Review: When I Grow Up, I Want to Be…A Firefighter!

The second book we went through for this homeschool review process was When I Grow Up, I Want to be a Firefighter, part of the Wanna Be series by The Old Schoolhouse Magazine. 

This book is designed to be used by kids ages 4-10, but, because I learned at least as much about firefighters as my daughter did, I think they should change the age range to 4-36.  Again, I had a bit of a sinking feeling as I opened another e-book, and yet again, I was pleasantly surprised.  If nothing else, this process just may make an e-book believer out of me! 

This book wasn’t quite as clearly organized as I hoped it would be, especially since I didn’t copy off the whole thing and kept skipping around among pages trying to find the information I was looking for.  At first, I wasn’t sure if I was supposed to follow the book cover to cover or if I was to organize my own way to teach the book.  I ended up starting at the beginning by exploring the history of firefighting, firefighting equipment, and reading about the life of a firefighter and then skipping around to the sections that interested us.  The history section was fascinating for my daughter who is, like most young children, enamored with firefighters, especially since she has a good friend whose dad is a fireman.   Sometimes we got a little lost in all of the terminology, though.  I am certainly not a fan of dumbing writing down for my kids (since I was in graduate school when I was pregnant with my daughter, she listened to me read everything from Virginia Woolf to Lady Mary Wroth).  Honestly, though, she didn’t care for learning about friction loss or what it means to be on probationary status or the importance of building codes.  She is just six, though, and those terms might be more interesting to her as she gets older.  She was definitely intrigued as she learned about the history of firehouse dogs, though!

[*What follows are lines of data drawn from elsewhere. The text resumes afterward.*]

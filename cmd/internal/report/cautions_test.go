package report

import (
	"strings"
	"testing"

	"biasbin/picker"
	"biasbin/solver/safety"
)

// TestWords: the verdict leads with what breaks (a transistor past VCEO
// fails: VCEO is the breakdown voltage with the base open, common
// practice), a resistor over its rating says it will overheat and what
// rating to use, and one part to buy is "1 piece".
func TestWords(t *testing.T) {
	vceo := safety.Caution{Kind: safety.OverVCEO, Fails: true, VCE_V: 234, VCEO_V: 80}
	if got := Verdict(safety.VerdictOf([]safety.Caution{vceo})); got != "fails — VCE reaches 234 V, beyond VCEO 80 V" {
		t.Errorf("verdict %q", got)
	}
	// 0.405 W at 162 % of a ¼ W rating; a 0.81 W design limit needs 0.81 W.
	over := safety.Caution{Kind: safety.OverRating, Fails: true, Part: "rc", Power_W: 0.405, RatingUse: 1.62, NeedRated_W: 0.81, Ambient_C: 25}
	for _, w := range []string{"RC dissipates 405 mW, 162 % of its rating", "will overheat and can burn or fail open", "use one rated at least 810 mW"} {
		if got := Caution(over); !strings.Contains(got, w) {
			t.Errorf("%q lacks %q", got, w)
		}
	}
	if got := Verdict(safety.Verdict{Cautions: 1}); got != "passes, with 1 caution" {
		t.Errorf("verdict %q", got)
	}
	if got := Purchase(picker.Purchase{Slot: "re", Ohm: 1000, Series: "E24", Tol: 0.05, Rated_W: 0.25, Qty: 1}); !strings.HasSuffix(got, ", 1 piece") {
		t.Errorf("purchase %q", got)
	}
	// A top-up of an approved line names the line and what it holds.
	if got := Purchase(picker.Purchase{Slot: "re", Ohm: 4700, Tol: 0.01, Rated_W: 0.25, Qty: 7, Line: 3, Bin: "A3", OnHand: 3}); got != "RE: 4K7 as line #3 (bin A3, ±1 %, 0.25 W), 7 pieces more (it holds 3)" {
		t.Errorf("top-up %q", got)
	}
	if got := Reason(picker.Reason{Kind: picker.NoApprovedPurchase, Tags: []string{"approved"}, Boards: 10}); !strings.HasPrefix(got, "nothing on the approved list (parts tagged approved) would do") {
		t.Errorf("reason %q", got)
	}
	if got := Reason(picker.Reason{Kind: picker.KeptStay, Kept: []picker.KeptPart{{Position: "r1", Ohm: 47e3}, {Position: "re", Ohm: 1e3}}}); !strings.HasPrefix(got, "the kept parts (R1 47K, RE 1K0) stay as they are") {
		t.Errorf("reason %q", got)
	}
	if got := Pieces(4); got != "4 pieces" {
		t.Errorf("%q", got)
	}
}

We enjoyed many of the suggested activities in this book as well.  It was fun for Amelie to think and write about things she could do now to help her be strong like a firefighter (eat well, exercise, etc.), and it was also a fun memory and writing exercise to have her write about what she would do if she were a fire fighter and had just received a call that a fire had broken out.  Also, the one firefighter we know should be expecting to receive a thank you note soon for the brave work he does.   

I wasn’t as impressed with the Science section on robots, although I think that she might enjoy those activities more as she gets older, but she did enjoy reading the graphs and discovering which months had the most fires, the least fires, and the number of fires for the whole year.  There was a very long section of copywork at the end, and while we worked through a few of these, Amelie is submerged right now in learning cursive, so I didn’t discourage her from practicing her individual cursive letters rather than the copywork sentences. 

I especially enjoyed the physical activities that were suggested at the end of the book.  As a homeschooler, I find it hard to incorporate specific “PE” type activities in our schooling.  We play outside and we go on walks, but I think that she sometimes misses the organized games from her physical education classes.  Who could resist, though, a game of “Stop, Drop, and Roll” or “Put the Fire Out”?  We couldn’t, and even my 2-year-old got involved in the activities. 

This is a book that we had fun with as a whole family, and while I didn’t like all of the suggested activities in the book, there were plenty of educational, fun options to keep us occupied as we learned about these brave men and women who keep us safe!